|
| |
These are some lies we made up about Sardinia.
The ghost of an aged cleaning lady was seen hauling a body from the cold water of Dresser Creek before sunrise. The ghost nodded to the witness. In any case, this spirit certainly is bloodcurdling; one that you shouldn't go seeking.
An martian vacationer from the cosmos became visible in Gunbarrel Gulf in the early morning hours sobbing.
A colossal salamander was noticed staying in an abandoned farmhouse in Sardinia.
A pitch black bat that shifted shape into a lady emerged attempting to utter something in a canoe on Lime Lake. The ghost was consumed by the thin air after being perceived.
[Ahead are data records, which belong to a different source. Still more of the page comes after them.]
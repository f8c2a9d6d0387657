"""Units of an imported trial table: stated ones converted, wrong ones refused.

rigloop reads times within a trial in seconds, wall times in seconds since the Unix
epoch and reward volumes in µL. A lab's table may hold milliseconds or mL; read as
seconds and µL they would import without a word and the models would learn from a
trial a thousand times too long or a drop a thousand times too small. So:

* ``parse_units("time=ms,reward=mL")`` reads what the user states (``UNITS`` lists the
  names: ``time`` for every time within a trial, ``wall_time`` for epoch wall times,
  ``reward`` for ``outcome.reward_ul``);
* ``apply_units`` makes the mapping convert those columns as it reads them (constants in
  the mapping stay in the field's own unit, s or µL, as its keys say);
* ``check_units`` looks at the imported values (after any conversion) and names each
  column whose values are implausible in the unit rigloop reads, with the likely unit.

The plausibility bands are common practice for head-fixed and freely moving rodent
tasks, not a standard: a trial is seconds to a few minutes long, an animal answers in
well under a minute and faster than 5 ms never, a water drop is a fraction of a µL to
some tens of µL, and epoch seconds of this century are below 1e11 (epoch milliseconds
of any date after 1973 are above it).
"""

from __future__ import annotations

import statistics
from collections.abc import Iterable, Mapping
from dataclasses import replace
from typing import Any

from ..errors import BadArgument, RigloopError
from .csv_map import ColumnMap, CueSlot, Source

# name -> {unit: (multiply, divide)} to reach rigloop's unit (s, epoch s, µL)
UNITS: dict[str, dict[str, tuple[float, float]]] = {
    "time": {"s": (1.0, 1.0), "ms": (1.0, 1000.0)},
    "wall_time": {"s": (1.0, 1.0), "ms": (1.0, 1000.0)},
    "reward": {"µL": (1.0, 1.0), "uL": (1.0, 1.0), "mL": (1000.0, 1.0), "nL": (1.0, 1000.0)},
}
_BASE = {"time": "s", "wall_time": "s", "reward": "µL"}
_HELP = "name=unit pairs such as time=ms,reward=mL (time: s, ms; wall_time: s, ms; reward: µL or uL, mL, nL)"

# plausibility bands of a column's median (common practice, see the module docstring)
_TRIAL_MAX_S = 300.0         # trial length, or its last cue/reward/punishment time (s)
_TRIAL_MIN_S = 0.05          # trial length (s)
_LATENCY_MAX_S = 60.0        # response latency (s)
_LATENCY_MIN_S = 0.005       # response latency (s)
_REWARD_MIN_UL = 0.1         # one reward (µL)
_REWARD_MAX_UL = 500.0       # one reward (µL)
_EPOCH_MAX_S = 1e11          # wall time (s since the Unix epoch)


class UnitsRejected(RigloopError, ValueError):
    """Columns whose values look like another unit; ``problems`` names each (nothing imported)."""

    def __init__(self, problems: list[str], source: str | None = None, rows_refused: int = 0):
        self.problems = list(problems)
        self.source = source
        self.rows_refused = rows_refused
        head = f"{source}: " if source else ""
        lines = "\n".join(f"  - {p}" for p in self.problems)
        n = len(self.problems)
        tail = (f"\n(and {rows_refused} row{'s' if rows_refused != 1 else ''} refused, which may follow from the "
                f"units)" if rows_refused else "")
        super().__init__(f"{head}{n} unit problem{'s' if n != 1 else ''}; nothing was imported:\n{lines}{tail}")


def parse_units(text: str | None) -> dict[str, str]:
    """``"time=ms,reward=mL"`` -> ``{"time": "ms", "reward": "mL"}``; BadArgument names the fault."""
    if text is None or not text.strip():
        return {}
    out: dict[str, str] = {}
    for part in text.split(","):
        name, eq, unit = (s.strip() for s in part.partition("="))
        if not eq or name not in UNITS:
            raise BadArgument("--units", f"{_HELP}; {name!r} is not one of {', '.join(UNITS)}", text)
        if unit not in UNITS[name]:
            raise BadArgument("--units", f"{_HELP}; {name} takes {', '.join(UNITS[name])}", text)
        if name in out:
            raise BadArgument("--units", f"{_HELP}, each name once; {name} is given twice", text)
        out[name] = unit
    return out


def _scaled(src: Source | None, ratio: tuple[float, float]) -> Source | None:
    """``src`` converting its cells by ``ratio``; constants and mapped values are left as written."""
    if src is None or src.column is None or src.map is not None or ratio == (1.0, 1.0):
        return src
    convert, mul, div = src.convert, ratio[0], ratio[1]

    def scaled(cell: Any) -> Any:
        x = convert(cell)
        return None if x is None else x * mul / div

    return replace(src, convert=scaled)


_TIME_FIELDS = ("duration", "reward_time", "punishment_time", "timeout_s", "latency")


def apply_units(m: ColumnMap, units: Mapping[str, str]) -> ColumnMap:
    """The mapping with its columns read in the stated units (see ``UNITS``).

    A stated unit for something the mapping reads from no column is an error: the user
    believes a column exists that does not."""
    if not units:
        return m
    changes: dict[str, Any] = {}
    if "time" in units:
        ratio = UNITS["time"][units["time"]]
        sources = [getattr(m, f) for f in _TIME_FIELDS] + [s for c in m.cues for s in (c.onset, c.offset)]
        if not any(s is not None and s.column is not None for s in sources):
            raise BadArgument("--units", "time only when the mapping reads a time within the trial from a column",
                              f"time={units['time']}")
        changes.update({f: _scaled(getattr(m, f), ratio) for f in _TIME_FIELDS})
        changes["cues"] = tuple(CueSlot(c.cue, _scaled(c.onset, ratio), _scaled(c.offset, ratio)) for c in m.cues)
    if "wall_time" in units:
        if m.wall_time is None or m.wall_time.column is None or m.wall_format != "epoch":
            raise BadArgument("--units", "wall_time only when trial.wall_time is an epoch column (ISO times carry "
                                         "their own unit)", f"wall_time={units['wall_time']}")
        changes["wall_time"] = _scaled(m.wall_time, UNITS["wall_time"][units["wall_time"]])
    if "reward" in units:
        if m.reward_ul is None or m.reward_ul.column is None:
            raise BadArgument("--units", "reward only when outcome.reward_ul is a column (outcome.volume_ul is "
                                         "µL by its name)", f"reward={units['reward']}")
        changes["reward_ul"] = _scaled(m.reward_ul, UNITS["reward"][units["reward"]])
    return replace(m, **changes)


def _median(values: Iterable[float | None]) -> tuple[float, int] | None:
    xs = [float(v) for v in values if v is not None]
    return (statistics.median(xs), len(xs)) if xs else None


def _columns(sources: Iterable[Source | None]) -> list[str]:
    return list(dict.fromkeys(s.column for s in sources if s is not None and s.column is not None))


def _likely(raw: float, key: str, lo: float, hi: float) -> str | None:
    """The first unit of ``key`` in which a median ``raw`` (as written in the file) is plausible."""
    seen = set()
    for unit, (mul, div) in UNITS[key].items():
        if (mul, div) in seen:
            continue  # an alias (uL for µL)
        seen.add((mul, div))
        if lo <= raw * mul / div <= hi:
            return unit
    return None


def _problem(what: str, columns: list[str], key: str, likely: str, med: float, n: int,
             stated: Mapping[str, str]) -> str:
    """One sentence: the columns, the median seen, the likely unit and the way out."""
    cols = ", ".join(repr(c) for c in columns)
    noun = "column" if len(columns) == 1 else "columns"
    base = _BASE[key]
    rows = f"{n} row{'s' if n != 1 else ''}"
    if key in stated:
        fix = (f"drop {key}={stated[key]} from --units" if likely == base else f"give --units {key}={likely}")
        return (f"{what} ({noun} {cols}) look wrong after --units {key}={stated[key]}: median {med:.15g} {base} "
                f"over {rows}, as if the {noun} held {likely}; {fix}")
    return (f"{what} ({noun} {cols}) look like {likely}, not {base}: median {med:.15g} over {rows}; "
            f"give --units {key}={likely}, or fix the {noun}")


def check_units(events: Iterable[Any], m: ColumnMap, stated: Mapping[str, str] | None = None) -> list[str]:
    """Each column group whose imported values are implausible in rigloop's unit, as one
    sentence naming the columns, the median seen and the likely unit (empty: all plausible).

    Only values read from columns are judged (a mapping's constants are the mapping's), and
    only when some unit makes the median plausible: what no unit explains is left alone."""
    stated = stated or {}
    events = list(events)
    out: list[str] = []
    slots = [s for c in m.cues for s in (c.onset, c.offset)] + [m.reward_time, m.punishment_time]

    def check(what: str, sources: list, values: Iterable, lo: float, hi: float, key: str) -> None:
        columns = _columns(sources)
        seen = _median(values) if columns else None
        if seen is None or lo <= seen[0] <= hi:
            return
        med, n = seen
        mul, div = UNITS[key][stated.get(key, _BASE[key])]
        likely = _likely(med * div / mul, key, lo, hi)  # the median as the file wrote it, in each unit
        if likely is not None:
            out.append(_problem(what, columns, key, likely, med, n, stated))

    check("trial lengths (trial.duration)", [m.duration], (e.duration for e in events),
          _TRIAL_MIN_S, _TRIAL_MAX_S, "time")
    check("cue, reward and punishment times", slots, (_last_time(e) for e in events), 0.0, _TRIAL_MAX_S, "time")
    check("latencies (response.latency)", [m.latency], (e.response.latency for e in events),
          _LATENCY_MIN_S, _LATENCY_MAX_S, "time")
    check("rewards (outcome.reward_ul)", [m.reward_ul], (e.outcome.reward_ul or None for e in events),
          _REWARD_MIN_UL, _REWARD_MAX_UL, "reward")
    if m.wall_format == "epoch":
        check("wall times (trial.wall_time)", [m.wall_time], (e.wall_time or None for e in events),
              0.0, _EPOCH_MAX_S, "wall_time")
    return out


def _last_time(e: Any) -> float | None:
    """The latest cue, reward or punishment time of a trial (None when it has none)."""
    times = [c.offset for c in e.cues] + [e.outcome.reward_time, e.outcome.punishment_time]
    times = [t for t in times if t is not None]
    return max(times) if times else None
A big frightening beast was made out riding on a motorcycle on a murky road in the neighborhood of Sardinia.
| |
|
|
Ghost Sightings From Sardinia
Submit a lie about Sardinia, New York:

Other untruthful towns near Sardinia, New York:
Chaffee, New York, 2 miles away
Delevan, New York, 3 miles away
Holland, New York, 6 miles away
East Concord, New York, 6 miles away
Machias, New York, 7 miles away
Arcade, New York, 8 miles away
Glenwood, New York, 9 miles away
Java Village, New York, 9 miles away
South Wales, New York, 9 miles away
West Valley, New York, 10 miles away
| | |
The latest lies from around the world
All towns and cities in
New York
|
Ghost Sightings From Sardinia

A car had crashed into a tree and Arthur and Delbert were found drunk at the scene, they were arrested at the crash site by the police. Later in court the judge asked: - Which one of you two were driving the car? -Your honor, we were both in the back seat singing. Arthur called home work. ''I won 20 million bucks on the lottery, start packing!'' Gertrude: Wow! What kind of clothes should I pack? Arthur: I don't care, as long as you're out of the house by the time I get home. . How did Arthur die from drinking milk? - The cow sat down. A duck walks into a bar and asks the bartender: - Got bread? - No. - Got bread? - No Mr. Duck, we don't have any bread. - Oh, Ok then. Doy ou have any bread? - I already told you you stupid duck, we don’t have any bread now if you ask me one more time I'll grab you by the neck and nail your beak to the counter! - Got nails? - No. - Got bread?. I don't get it Arthur. The first day you painted 100 feet of fence, the second day 30 feet and today only 10 feet. What's wrong? - Well boss, I have to walk further and further to the paint bucket every day. Arthur and Delbert were walking through the woods on a dark night and got to a creek. - How do we cross Delbert? - Simple Arthur, I turn on my flashlight and you walk on the light beam to the other side. - You think I'm stupid or something? When I'm halfway you'll turn off your flashlight so I fall in. Wow, thanks for taking me on this helicopter ride Delbert, this is my first time in a helicopter you know. What's that big thing spinning on top of our heads anyway? - That's the air conditioner Arthur. Last time I went it stopped and the pilot started sweating like a pig.